- _Exercise description_: Look through the data below and, wherever a line carries the word "which", please copy that line.

··· Data shown ···

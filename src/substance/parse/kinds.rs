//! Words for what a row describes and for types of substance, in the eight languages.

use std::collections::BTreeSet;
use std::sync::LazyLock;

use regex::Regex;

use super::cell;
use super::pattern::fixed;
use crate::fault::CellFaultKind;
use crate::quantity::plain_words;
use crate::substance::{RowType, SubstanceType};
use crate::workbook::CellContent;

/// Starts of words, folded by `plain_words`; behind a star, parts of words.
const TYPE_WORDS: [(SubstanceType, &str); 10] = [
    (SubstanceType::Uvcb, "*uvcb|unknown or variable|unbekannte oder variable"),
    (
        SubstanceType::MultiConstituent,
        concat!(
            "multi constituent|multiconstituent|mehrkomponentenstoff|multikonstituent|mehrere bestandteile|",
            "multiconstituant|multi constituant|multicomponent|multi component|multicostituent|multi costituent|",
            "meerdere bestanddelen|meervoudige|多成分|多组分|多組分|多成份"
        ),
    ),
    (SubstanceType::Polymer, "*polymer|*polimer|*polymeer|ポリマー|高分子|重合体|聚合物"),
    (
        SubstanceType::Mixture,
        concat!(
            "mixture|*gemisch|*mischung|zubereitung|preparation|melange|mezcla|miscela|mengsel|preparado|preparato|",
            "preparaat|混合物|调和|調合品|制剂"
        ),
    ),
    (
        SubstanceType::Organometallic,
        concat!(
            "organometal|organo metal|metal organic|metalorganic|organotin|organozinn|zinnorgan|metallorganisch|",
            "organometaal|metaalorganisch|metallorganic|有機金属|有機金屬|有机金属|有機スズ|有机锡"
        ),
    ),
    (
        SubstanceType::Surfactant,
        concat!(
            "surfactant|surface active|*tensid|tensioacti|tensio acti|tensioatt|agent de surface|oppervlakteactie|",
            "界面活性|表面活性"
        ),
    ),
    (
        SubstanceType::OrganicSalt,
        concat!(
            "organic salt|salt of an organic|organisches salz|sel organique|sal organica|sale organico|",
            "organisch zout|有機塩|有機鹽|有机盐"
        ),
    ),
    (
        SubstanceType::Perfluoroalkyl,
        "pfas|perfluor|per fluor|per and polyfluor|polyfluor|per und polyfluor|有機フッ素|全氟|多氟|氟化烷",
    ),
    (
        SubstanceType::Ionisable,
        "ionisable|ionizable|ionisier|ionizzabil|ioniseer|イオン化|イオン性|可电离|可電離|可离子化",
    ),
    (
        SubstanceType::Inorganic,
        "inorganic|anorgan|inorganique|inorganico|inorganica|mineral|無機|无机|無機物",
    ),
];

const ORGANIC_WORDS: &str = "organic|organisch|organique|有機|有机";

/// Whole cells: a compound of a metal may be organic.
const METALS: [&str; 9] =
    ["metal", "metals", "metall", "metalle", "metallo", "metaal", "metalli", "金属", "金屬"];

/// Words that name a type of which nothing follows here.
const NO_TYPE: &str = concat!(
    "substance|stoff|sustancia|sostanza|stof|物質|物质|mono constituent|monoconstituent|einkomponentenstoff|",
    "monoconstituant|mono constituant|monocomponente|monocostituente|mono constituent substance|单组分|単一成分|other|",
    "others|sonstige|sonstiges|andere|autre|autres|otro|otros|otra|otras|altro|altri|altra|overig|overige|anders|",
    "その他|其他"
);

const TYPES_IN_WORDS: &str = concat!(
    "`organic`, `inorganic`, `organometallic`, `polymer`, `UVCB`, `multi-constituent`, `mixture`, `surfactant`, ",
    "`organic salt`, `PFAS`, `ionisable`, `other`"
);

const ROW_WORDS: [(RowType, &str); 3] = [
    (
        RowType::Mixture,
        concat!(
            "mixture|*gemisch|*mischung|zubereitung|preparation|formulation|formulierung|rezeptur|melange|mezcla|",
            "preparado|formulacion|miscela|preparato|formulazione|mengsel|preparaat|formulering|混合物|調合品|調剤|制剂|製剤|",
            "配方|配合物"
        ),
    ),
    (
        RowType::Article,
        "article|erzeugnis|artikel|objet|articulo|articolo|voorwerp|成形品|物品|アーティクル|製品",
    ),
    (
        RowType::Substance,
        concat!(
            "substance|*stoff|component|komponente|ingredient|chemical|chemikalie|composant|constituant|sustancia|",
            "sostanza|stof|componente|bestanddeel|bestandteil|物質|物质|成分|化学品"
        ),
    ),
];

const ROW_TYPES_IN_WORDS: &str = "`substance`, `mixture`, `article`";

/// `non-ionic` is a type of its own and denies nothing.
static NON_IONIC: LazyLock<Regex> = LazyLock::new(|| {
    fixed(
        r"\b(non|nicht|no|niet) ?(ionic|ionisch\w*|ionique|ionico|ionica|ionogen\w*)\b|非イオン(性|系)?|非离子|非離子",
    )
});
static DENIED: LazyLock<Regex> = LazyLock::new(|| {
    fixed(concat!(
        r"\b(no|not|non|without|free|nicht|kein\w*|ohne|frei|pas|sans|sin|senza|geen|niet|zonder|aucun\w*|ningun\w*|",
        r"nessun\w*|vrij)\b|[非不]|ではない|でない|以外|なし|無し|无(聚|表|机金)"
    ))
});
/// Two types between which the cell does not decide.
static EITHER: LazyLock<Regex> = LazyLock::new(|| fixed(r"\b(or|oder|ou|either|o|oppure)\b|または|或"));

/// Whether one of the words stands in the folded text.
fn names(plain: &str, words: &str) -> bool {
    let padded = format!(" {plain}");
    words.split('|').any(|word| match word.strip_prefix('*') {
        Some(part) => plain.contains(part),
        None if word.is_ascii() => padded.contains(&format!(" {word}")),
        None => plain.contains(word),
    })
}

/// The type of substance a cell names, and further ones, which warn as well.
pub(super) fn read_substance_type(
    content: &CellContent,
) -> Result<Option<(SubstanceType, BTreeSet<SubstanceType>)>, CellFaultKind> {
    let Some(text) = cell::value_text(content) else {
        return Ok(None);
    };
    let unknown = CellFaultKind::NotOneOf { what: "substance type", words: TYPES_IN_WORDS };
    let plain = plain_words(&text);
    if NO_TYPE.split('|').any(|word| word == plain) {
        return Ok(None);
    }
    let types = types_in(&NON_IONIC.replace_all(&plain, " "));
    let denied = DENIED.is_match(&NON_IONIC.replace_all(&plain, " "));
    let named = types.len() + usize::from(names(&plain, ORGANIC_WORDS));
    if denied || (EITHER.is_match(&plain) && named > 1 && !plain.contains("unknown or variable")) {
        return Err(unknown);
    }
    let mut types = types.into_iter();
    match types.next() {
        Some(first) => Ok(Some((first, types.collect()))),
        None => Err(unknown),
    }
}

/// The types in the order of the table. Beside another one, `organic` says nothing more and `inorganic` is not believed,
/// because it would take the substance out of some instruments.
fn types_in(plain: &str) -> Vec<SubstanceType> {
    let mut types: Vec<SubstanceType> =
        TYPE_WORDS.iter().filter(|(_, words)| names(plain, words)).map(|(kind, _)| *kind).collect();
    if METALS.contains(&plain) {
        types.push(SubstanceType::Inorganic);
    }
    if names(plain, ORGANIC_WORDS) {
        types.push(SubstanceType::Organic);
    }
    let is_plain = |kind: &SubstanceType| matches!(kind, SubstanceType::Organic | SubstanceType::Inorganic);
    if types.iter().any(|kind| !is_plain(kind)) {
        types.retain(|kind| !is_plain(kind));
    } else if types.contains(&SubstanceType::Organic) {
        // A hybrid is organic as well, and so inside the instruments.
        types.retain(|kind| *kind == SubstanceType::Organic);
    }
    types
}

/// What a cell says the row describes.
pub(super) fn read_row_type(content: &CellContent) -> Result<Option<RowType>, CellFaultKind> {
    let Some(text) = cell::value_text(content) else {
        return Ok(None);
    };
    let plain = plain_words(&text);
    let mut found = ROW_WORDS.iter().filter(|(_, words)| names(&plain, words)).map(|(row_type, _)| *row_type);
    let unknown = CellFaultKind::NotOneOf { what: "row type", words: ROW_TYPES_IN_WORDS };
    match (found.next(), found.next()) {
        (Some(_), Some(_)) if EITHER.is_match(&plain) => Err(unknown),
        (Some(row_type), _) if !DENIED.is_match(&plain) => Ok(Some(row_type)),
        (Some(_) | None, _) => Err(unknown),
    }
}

···

- _Your response_:
/// Words that name a type of which nothing follows here.
/// Two types between which the cell does not decide.
/// The type of substance a cell names, and further ones, which warn as well.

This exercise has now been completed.